== Your objective ==
Of the lines below, copy those that hold the word "MeanState".

Collected data entries
____
"""Behaviour of the learner base class (surrogates.base): parameters, fit checks, typed errors."""

from __future__ import annotations

import numpy as np
import pytest

from surrogates import (
    Budget,
    Capabilities,
    InvalidDataError,
    Learner,
    NotApplicableError,
    NotFittedError,
    Physics,
    TrainingData,
    Trajectory,
)


class MeanState(Learner):
    """Forecasts the training mean (enough to exercise the base class)."""

    capabilities = Capabilities(tasks={"forecast"}, physics={"none", "full"}, min_samples=3)
    reference = "test double"

    def __init__(self, alpha=1.0, tags=("a",)):
        self.alpha = alpha
        self.tags = tags

    def _fit(self, data, physics, budget, seed):
        self.mean_ = np.concatenate([tr.y for tr in data.trajectories]).mean(axis=0) * self.alpha
        self.level_ = physics.level

    def _rollout(self, y0, t, history):
        out = np.repeat(self.mean_[None, None, :], y0.shape[0], axis=0).repeat(t.size, axis=1)
        out[:, 0] = y0
        return out


def _data(n=10, d=3, seed=0):
    rng = np.random.default_rng(seed)
    return TrainingData.from_arrays(np.arange(n) * 0.1, rng.normal(size=(n, d)))


def test_params_round_trip_and_clone():
    m = MeanState(alpha=2.0)
    assert m.get_params() == {"alpha": 2.0, "tags": ("a",)}
    c = m.clone()
    assert c is not m and c.get_params() == m.get_params()
    m.set_params(alpha=3.0)
    assert m.alpha == 3.0
    with pytest.raises(ValueError, match="no hyper-parameter 'beta'.*valid: alpha, tags"):
        m.set_params(beta=1)


def test_var_keyword_constructor_is_rejected():
    class Bad(MeanState):
        def __init__(self, **kw):
            pass

    with pytest.raises(TypeError, match="explicit keyword"):
        Bad().get_params()


def test_fit_returns_self_and_refit_forgets():
    m = MeanState()
    assert m.fit(_data(), seed=1) is m
    assert m.is_fitted_ and m.dim_ == 3
    m.stale_ = 1.0  # a fitted attribute from an earlier fit must not survive the next
    m.fit(_data(d=2))
    assert m.dim_ == 2 and not hasattr(m, "stale_")
    assert m.clone().get_params() == m.get_params() and not hasattr(m.clone(), "mean_")


def test_unfitted_use_raises_not_fitted():
    with pytest.raises(NotFittedError, match="call fit first"):
        MeanState().rollout(np.zeros((1, 3)), np.arange(3.0))
    with pytest.raises(NotFittedError):
        MeanState().n_parameters()


def test_typed_errors_of_fit():
    m = MeanState()
    with pytest.raises(InvalidDataError, match="TrainingData"):
        m.fit(np.zeros((5, 3)))
    with pytest.raises(NotApplicableError, match="physics level 'partial'"):
        m.fit(_data(), Physics(level="partial", vector_field=lambda t, y, p: y, removed_term="x"))
    with pytest.raises(NotApplicableError, match="does not identify"):
        m.fit(_data(), Physics(params={"a": 1.0}, unknown=("a",)))
    with pytest.raises(InvalidDataError, match="at least 3 samples"):
        m.fit(_data(n=2))


def test_nan_after_validation_is_caught_by_fit():
    data = _data()
    data.trajectories[0].y[2, 1] = np.nan  # arrays stay mutable after validation
    with pytest.raises(InvalidDataError, match="NaN"):
        MeanState().fit(data)


def test_needs_regular_sampling_and_hamiltonian():
    class Regular(MeanState):
        capabilities = Capabilities(tasks={"forecast"}, needs_regular_sampling=True)

    class Canonical(MeanState):
        capabilities = Capabilities(tasks={"forecast"}, needs_hamiltonian=True)

    irregular = TrainingData((Trajectory(np.array([0.0, 0.1, 0.3, 0.4]), np.zeros((4, 2))),))
    with pytest.raises(InvalidDataError, match="equally spaced"):
        Regular().fit(irregular)
    with pytest.raises(NotApplicableError, match="canonical"):
        Canonical().fit(_data())
    Canonical().fit(_data(), Physics(to_canonical=lambda y, p: y, from_canonical=lambda z, p: z))


def test_rollout_input_checks_and_task_gating():
    m = MeanState().fit(_data())
    out = m.rollout(np.ones((2, 3)), np.arange(4.0) * 0.1)
    assert out.shape == (2, 4, 3) and np.array_equal(out[:, 0], np.ones((2, 3)))
    with pytest.raises(InvalidDataError, match="dimension 4"):
        m.rollout(np.ones((2, 4)), np.arange(4.0))
    with pytest.raises(InvalidDataError, match="history must have shape"):
        m.rollout(np.ones((2, 3)), np.arange(4.0), np.ones((2, 5, 2)))
    with pytest.raises(NotApplicableError, match="does not reconstruct"):
        m.predict(np.arange(3.0))
    with pytest.raises(NotApplicableError, match="does not identify"):
        m.identified_params()


def test_capabilities_are_validated_data():
    with pytest.raises(ValueError, match="unknown task"):
        Capabilities(tasks={"forecats"})
    caps = Capabilities(tasks=["forecast", "reconstruct"], physics=["full", "none"])
    assert caps.as_dict()["tasks"] == ["reconstruct", "forecast"]  # canonical order (TASKS)
    assert caps.as_dict()["physics"] == ["none", "full"]


def test_budget_clock_caps_iterations():
    clock = Budget(max_iterations=5).clock()
    assert clock.iterations(100) == 5 and clock.iterations(3) == 3
    assert not clock.expired()
    assert Budget(max_seconds=0.0).clock().expired()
____
== Completed task ==
class MeanState(Learner):
    m = MeanState(alpha=2.0)
    class Bad(MeanState):
    m = MeanState()
        MeanState().rollout(np.zeros((1, 3)), np.arange(3.0))
        MeanState().n_parameters()
    m = MeanState()
        MeanState().fit(data)
    class Regular(MeanState):
    class Canonical(MeanState):
    m = MeanState().fit(_data())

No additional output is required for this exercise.